On Sun, Apr 6, 2025 at 6:07 PM Marc Culler <marc.cul...@gmail.com> wrote:
>
> This is surely not the place for a long technical discussion of the problems 
> that have to  be solved to produce the macOS app.  Let me just mention one 
> item at the tip of the iceberg, ignoring, for example,  how we go about 
> making sage relocatable and self-contained, with no symlinks or rpaths 
> pointing out of the application bundle and no absolute rpaths, as required 
> for notarization.  This is about why we can't just copy the python.org Python 
> distribution into our Sage framework.  One of our core design decisions is 
> that we do not produce a multi-architecture app for Sage.  Instead we produce 
> two separate apps, one for Intel CPUs and one for Apple Silicon.  Each of 
> those is a download which is slightly over 1GB in size and which expands to 
> about 3.5 GB when it is decompressed while being copied into the /Applicatons 
> folder.  Github has a size limit of 2GB for any released file, and we 
> distribute the app as a github release asset.  A universal2 dual-architecture 
> app would not be double the size of a single-architecture app, but it would 
> be getting uncomfortably close, and even if it is within limits it would be 
> an inconvenience for users to have a much larger download, made larger in 
> order to support an architecture that the user does not have.

Homebrew, uv, etc provide single-arch Python3 just fine.


>
> However, the python.org distribution is a universal2 distribution.  In 
> particular, every sdist pip package built with the python.org pip will be a 
> universal2 build, with each extension module being fat.
>
> - Marc
>
>
> On Sunday, April 6, 2025 at 5:11:29 PM UTC-5 Marc Culler wrote:
>>
>> Nils,
>>
>> I think that your assessment of the situation is accurate, and that your 
>> proposed solution:
>>
>> > We could just have a configure flag "--install_own_python" to allow the 
>> > prerequisite requirement to be fulfilled by
>> > building the python spkg; an option that would by default be off.
>>
>> would be ideal for the Sage_macOS project.  I would be very happy with that 
>> as a course of action.
>>
>> - Marc
>>
>> PS I am sure that there would still be problems building Sage with a broken 
>> or out-of-date homebrew installation.  I also would expect that the 
>> non-existence of a "normal" system pip command on various linux systems, 
>> including Ubuntu-24.04, will be problematic.   Issues such as those would 
>> manifest at a different stage of the build process, which might help focus 
>> on how best to deal with them.
>>
>>
>> On Sunday, April 6, 2025 at 11:41:21 AM UTC-5 Nils Bruin wrote:
>>
>> It looks to me that there are two points of view here.
>>
>> 1) Having sagemath detect python version requirements and build its own if 
>> not acceptable version is found leads to increased support requests.
>>
>> 2) The macos app should package its own python and that is conveniently done 
>> by letting sagemath build its own python
>>
>> From what I understand, it would seem "1)" would be handled more effectively 
>> if sage, instead of building python, would give an error about the python 
>> version not available; preferably with some hints about where a suitable 
>> python can be found (by the looks of it: conda or system resources), because 
>> users would be guided towards installing python through other means and they 
>> wouldn't ask sage-support for how to do that.
>>
>> It seems to me that for 1) it isn't so important if python occurs as an spkg 
>> or not -- the main issue there would be resolved if the build process would 
>> not default to initiating building python.
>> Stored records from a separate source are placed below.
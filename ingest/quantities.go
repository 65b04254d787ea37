package ingest

import "math"

// role is what a column holds.
type role uint8

const (
	roleNone role = iota
	roleFreq
	roleOmega // angular frequency
	rolePart
	roleBias        // conditions of the measurement, which may make several
	roleTemperature // sweeps of one table
	// Parts of the impedance Z = R + jX and the admittance Y = G + jB.
	roleZ // complex literal
	roleY
	roleAbsZ
	rolePhase // of Z
	roleR
	roleX
	roleAbsY
	rolePhaseY
	roleG
	roleB
	// Series and parallel equivalents, loss and quality.
	roleCs
	roleCp
	roleLs
	roleLp
	roleRs
	roleRp
	roleD
	roleQ
	// S-parameters; the heading has the ports.
	roleS // complex literal
	roleSRe
	roleSIm
	roleSMag
	roleSdB
	roleSPhase
	// Words that do not say enough alone: their neighbours or a flag must.
	roleMag   // magnitude of something
	roleAngle // phase of something
	roleRe
	roleIm
	roleCapacitance
	roleInductance
	numRoles
)

// roleInfo says how a role is called, with which --columns key it is given, and
// in which SI unit its numbers are kept.
type roleInfo struct {
	name, key, dim string
}

var roles = [numRoles]roleInfo{
	roleNone:        {"not used", "", ""},
	roleFreq:        {"frequency", "f", "Hz"},
	roleOmega:       {"angular frequency", "", "rad/s"},
	rolePart:        {"part", "part", ""},
	roleBias:        {"DC bias", "", "V"},
	roleTemperature: {"temperature", "", "°C"},
	roleZ:           {"complex Z", "", "Ω"},
	roleY:           {"complex Y", "", "S"},
	roleAbsZ:        {"|Z|", "z", "Ω"},
	rolePhase:       {"phase of Z", "phase", "°"},
	roleR:           {"R", "r", "Ω"},
	roleX:           {"X", "x", "Ω"},
	roleAbsY:        {"|Y|", "y", "S"},
	rolePhaseY:      {"phase of Y", "yphase", "°"},
	roleG:           {"G", "g", "S"},
	roleB:           {"B", "b", "S"},
	roleCs:          {"Cs", "cs", "F"},
	roleCp:          {"Cp", "cp", "F"},
	roleLs:          {"Ls", "ls", "H"},
	roleLp:          {"Lp", "lp", "H"},
	roleRs:          {"Rs", "rs", "Ω"},
	roleRp:          {"Rp", "rp", "Ω"},
	roleD:           {"D", "d", "1"},
	roleQ:           {"Q", "q", "1"},
	roleS:           {"complex S", "", "1"},
	roleSRe:         {"real part of S", "", "1"},
	roleSIm:         {"imaginary part of S", "", "1"},
	roleSMag:        {"magnitude of S", "", "1"},
	roleSdB:         {"magnitude of S in dB", "", "dB"},
	roleSPhase:      {"phase of S", "", "°"},
	roleMag:         {"a magnitude", "", ""},
	roleAngle:       {"a phase", "", "°"},
	roleRe:          {"a real part", "", ""},
	roleIm:          {"an imaginary part", "", ""},
	roleCapacitance: {"a capacitance", "", "F"},
	roleInductance:  {"an inductance", "", "H"},
}

// quantity reports whether a column says something about the impedance.
func (r role) quantity() bool {
	switch r {
	case roleNone, roleFreq, roleOmega, rolePart, roleBias, roleTemperature:
		return false
	}
	return true
}

// isAngle: kept in radians once the unit is known.
func (r role) isAngle() bool {
	return r == rolePhase || r == rolePhaseY || r == roleSPhase || r == roleAngle
}

// neverNegative: a negative number is a fault.
func (r role) neverNegative() bool {
	return r == roleAbsZ || r == roleAbsY || r == roleSMag
}

// pair is two quantities that give an impedance.
type pair struct {
	a, b role
	// z computes Z from the two in SI units (angles in radians) at ω = 2πf.
	z func(omega, a, b float64) complex128
}

// pairs in order of preference, where a file has several: the parts of Z
// first, then those that need a conversion. Definitions, sinusoidal steady
// state, sign convention e^{+jωt} (an inductor has X > 0, B < 0, phase > 0):
//
//	Z = R + jX = |Z|·e^{jθ}       Y = 1/Z = G + jB = |Y|·e^{jθY}
//	series circuit:   Z = Rs + 1/(jωCs),  Z = Rs + jωLs
//	parallel circuit: Y = 1/Rp + jωCp,    Y = 1/Rp + 1/(jωLp)
//	D = tan δ = R/|X| = G/|B|,  Q = 1/D
//
// Source: IEC 60384-1, 4.8 and 4.9 (tangent of loss angle, ESR) for D, Cs and
// ESR; the parallel forms and Q are the usual ones of impedance-measurement
// handbooks.
//
// Signs: Cs and Cp are negative where the part is inductive, Ls and Lp where it
// is capacitive. D and Q are the ratio of the absolute values, so R and G come
// out positive; a negative D or Q is taken at its word (a noise reading of a
// nearly lossless part) except beside a negative C or L, where meters that
// compute D = ωRsCs print both with a minus.
var pairs = []pair{
	{roleR, roleX, func(_, r, x float64) complex128 { return complex(r, x) }},
	{roleRs, roleX, func(_, r, x float64) complex128 { return complex(r, x) }},
	{roleAbsZ, rolePhase, func(_, z, phi float64) complex128 { return polar(z, phi) }},
	{roleG, roleB, func(_, g, b float64) complex128 { return 1 / complex(g, b) }},
	{roleAbsY, rolePhaseY, func(_, y, phi float64) complex128 { return polar(1/y, -phi) }},

	{roleCs, roleRs, func(w, c, r float64) complex128 { return complex(r, -1/(w*c)) }},
	{roleCs, roleD, func(w, c, d float64) complex128 { return series(-1/(w*c), loss(d, c)) }},
	{roleCs, roleQ, func(w, c, q float64) complex128 { return series(-1/(w*c), 1/loss(q, c)) }},
	{roleCp, roleG, func(w, c, g float64) complex128 { return 1 / complex(g, w*c) }},
	{roleCp, roleRp, func(w, c, r float64) complex128 { return 1 / complex(1/r, w*c) }},
	{roleCp, roleD, func(w, c, d float64) complex128 { return parallel(w*c, loss(d, c)) }},
	{roleCp, roleQ, func(w, c, q float64) complex128 { return parallel(w*c, 1/loss(q, c)) }},

	{roleLs, roleRs, func(w, l, r float64) complex128 { return complex(r, w*l) }},
	{roleLs, roleQ, func(w, l, q float64) complex128 { return series(w*l, 1/loss(q, l)) }},
	{roleLs, roleD, func(w, l, d float64) complex128 { return series(w*l, loss(d, l)) }},
	{roleLp, roleG, func(w, l, g float64) complex128 { return 1 / complex(g, -1/(w*l)) }},
	{roleLp, roleRp, func(w, l, r float64) complex128 { return 1 / complex(1/r, -1/(w*l)) }},
	{roleLp, roleQ, func(w, l, q float64) complex128 { return parallel(-1/(w*l), 1/loss(q, l)) }},
	{roleLp, roleD, func(w, l, d float64) complex128 { return parallel(-1/(w*l), loss(d, l)) }},

	// R beside a series quantity is Re Z, as Rs is; G is unmistakable.
	{roleCs, roleR, func(w, c, r float64) complex128 { return complex(r, -1/(w*c)) }},
	{roleLs, roleR, func(w, l, r float64) complex128 { return complex(r, w*l) }},
}

// polar is m·e^{jφ}. Unlike cmplx.Rect it costs one Sincos and no checks.
func polar(m, phi float64) complex128 {
	s, c := math.Sincos(phi)
	return complex(m*c, m*s)
}

// series is D·|X| + jX.
func series(x, d float64) complex128 { return complex(d*math.Abs(x), x) }

// parallel is 1/(D·|B| + jB).
func parallel(b, d float64) complex128 { return 1 / complex(d*math.Abs(b), b) }

// loss is D or Q with the sign rule above.
func loss(d, c float64) float64 {
	if c < 0 && d < 0 {
		return -d
	}
	return d
}

// name of a pair, for messages.
func (p pair) name() string { return roles[p.a].name + " and " + roles[p.b].name }

// namedRole is the role that a header word names, false where it names none.
// The words are written without blanks, dots, underscores and hyphens, in small
// letters; Greek letters stay. Common practice, no source. (A switch and not a
// map, which would have to be filled at each start of the program.)
func namedRole(word string) (role, bool) {
	switch word {
	case "f", "freq", "freqs", "frequency", "frequencies", "frequenz", "fréquence", "frequence", "frecuencia", "frequencia", "frequenza",
		"testfreq", "testfrequency", "sweepfreq", "sweepfrequency", "measurementfrequency", "measfreq", "hz", "fhz", "frq", "fre":
		return roleFreq, true
	case "omega", "ω", "angularfrequency", "angfreq", "kreisfrequenz":
		return roleOmega, true
	case "part", "partid", "partname", "partlabel", "serial", "serialno", "serialnumber", "serialnr", "sn", "s/n", "dut", "dutid",
		"dutname", "sample", "samplename", "sampleid", "specimen", "specimenid", "device", "deviceid", "component", "componentid",
		"bauteil", "prüfling":
		return rolePart, true
	case "bias", "dcbias", "biasvoltage", "dcbiasvoltage", "dcvoltage", "vbias", "ubias", "vdc", "biaslevel", "biascurrent",
		"dcbiascurrent", "ibias", "idc":
		return roleBias, true
	case "temperature", "temp", "temperatur", "ambienttemperature", "t(°c)":
		return roleTemperature, true
	case "|z|", "z", "zmag", "magz", "absz", "abs(z)", "|z|mag", "mag|z|", "mag(z)", "magnitude(z)", "modz", "mod(z)", "zmod", "zabs",
		"zmagnitude", "impedance", "|impedance|", "impedancemagnitude", "magnitudeofimpedance", "magnitudez", "impedancemag",
		"absimpedance", "impedanceabs", "impedanz", "impedanzbetrag", "scheinwiderstand", "impédance", "impedancia", "impedanza",
		"impedancemodulus":
		return roleAbsZ, true
	case "theta", "θ", "thetaz", "θz", "ztheta", "zθ", "phasez", "zphase", "phase(z)", "phaseofz", "arg(z)", "argz", "angle(z)", "anglez",
		"zangle", "ang(z)", "angz", "zang", "∠z", "∠", "impedancephase", "phaseofimpedance", "impedanceangle", "θ(z)", "theta(z)", "φz",
		"zphi", "phi(z)", "zdeg", "zphasedeg", "impedancephaseangle", "phaz", "zpha":
		return rolePhase, true
	case "r", "re(z)", "rez", "zre", "zreal", "realz", "real(z)", "z'", "resistance", "zr", "zreal(z)", "impedancereal", "realimpedance",
		"zrealpart", "realpartofz", "realpartz", "widerstand", "wirkwiderstand", "résistance", "resistencia":
		return roleR, true
	case "x", "im(z)", "imz", "zim", "zimag", "imagz", "imag(z)", "z''", "reactance", "xs", "zimaginary", "zimagpart", "imaginarypartofz",
		"imaginaryz", "impedanceimag", "imagimpedance", "reaktanz", "blindwiderstand", "réactance", "reactancia":
		return roleX, true
	case "|y|", "y", "ymag", "magy", "absy", "abs(y)", "mag(y)", "ymod", "yabs", "admittance", "|admittance|", "admittancemagnitude",
		"magnitudey", "admittanz":
		return roleAbsY, true
	case "thetay", "θy", "ytheta", "yθ", "phasey", "yphase", "phase(y)", "phaseofy", "arg(y)", "argy", "angle(y)", "angley", "yangle",
		"admittancephase", "φy", "∠y":
		return rolePhaseY, true
	case "g", "conductance", "re(y)", "rey", "yre", "yreal", "realy", "real(y)", "gp", "leitwert":
		return roleG, true
	case "b", "susceptance", "im(y)", "imy", "yim", "yimag", "imagy", "imag(y)", "bp":
		return roleB, true
	case "cs", "cser", "cseries", "seriesc", "seriescapacitance", "capacitanceseries", "capacitance(series)", "c(series)", "cs(c)", "csc",
		"serienkapazität":
		return roleCs, true
	case "cp", "cpar", "cparallel", "parallelc", "parallelcapacitance", "capacitanceparallel", "capacitance(parallel)", "c(parallel)",
		"parallelkapazität":
		return roleCp, true
	case "ls", "lser", "lseries", "seriesl", "seriesinductance", "inductanceseries", "inductance(series)", "l(series)",
		"serieninduktivität":
		return roleLs, true
	case "lp", "lpar", "lparallel", "parallell", "parallelinductance", "inductanceparallel", "inductance(parallel)", "l(parallel)":
		return roleLp, true
	case "rs", "rser", "rseries", "seriesr", "seriesresistance", "esr", "equivalentseriesresistance", "resistance(series)",
		"resistanceseries", "r(series)":
		return roleRs, true
	case "rp", "rpar", "rparallel", "parallelr", "parallelresistance", "epr", "equivalentparallelresistance", "resistance(parallel)",
		"resistanceparallel", "r(parallel)":
		return roleRp, true
	case "d", "df", "dfactor", "tand", "tanδ", "tandelta", "tan(δ)", "tan(delta)", "tgδ", "tgd", "dissipation", "dissipationfactor",
		"dissfactor", "lossfactor", "losstangent", "losstan", "verlustfaktor":
		return roleD, true
	case "q", "qf", "qfactor", "qualityfactor", "quality", "güte", "gütefaktor":
		return roleQ, true
	case "mag", "magnitude", "magn", "amplitude", "abs", "absolute", "betrag", "modulus", "linmag", "linearmagnitude", "logmag", "mg",
		"module":
		return roleMag, true
	case "phase", "phaseangle", "angle", "ang", "arg", "φ", "phi", "ph", "pha", "phas", "phasenwinkel", "winkel", "argument", "phaseshift",
		"fase":
		return roleAngle, true
	case "re", "real", "realpart", "realteil":
		return roleRe, true
	case "im", "imag", "imaginary", "imaginarypart", "imaginärteil", "imagpart":
		return roleIm, true
	case "c", "cap", "capacitance", "capacity", "kapazität", "capacité", "capacidad", "cx":
		return roleCapacitance, true
	case "l", "ind", "inductance", "induktivität", "lx":
		return roleInductance, true
	}
	return roleNone, false
}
So it would seem that it's simply 
>> the python version detection code that can be adjusted. We could just have a 
>> configure flag "--install_own_python" to allow the prerequisite requirement 
>> to be fulfilled by building the python spkg; an option that would by default 
>> be off.
>>
>> Then 2) can still get its python from the usual source. It would just have 
>> to pass a flag to its configure.
>>
>> I realize that some opinions here are more centering on "should python3 
>> remain as an spkg" in sagemath, but from what I've seen it's not the code 
>> quality or the volume in bits that is really the issue here: it's that 
>> building python ends up happening in many cases where there's already 
>> something else wrong in the setup or prerequisited and building python masks 
>> that issue. So perhaps a good first step is to see if we can avoid 
>> python-building masking such issues.
>>
>> We can then see if the costs of having the python.spkg around provide enough 
>> benefit (for the MacOS app, by the looks of it).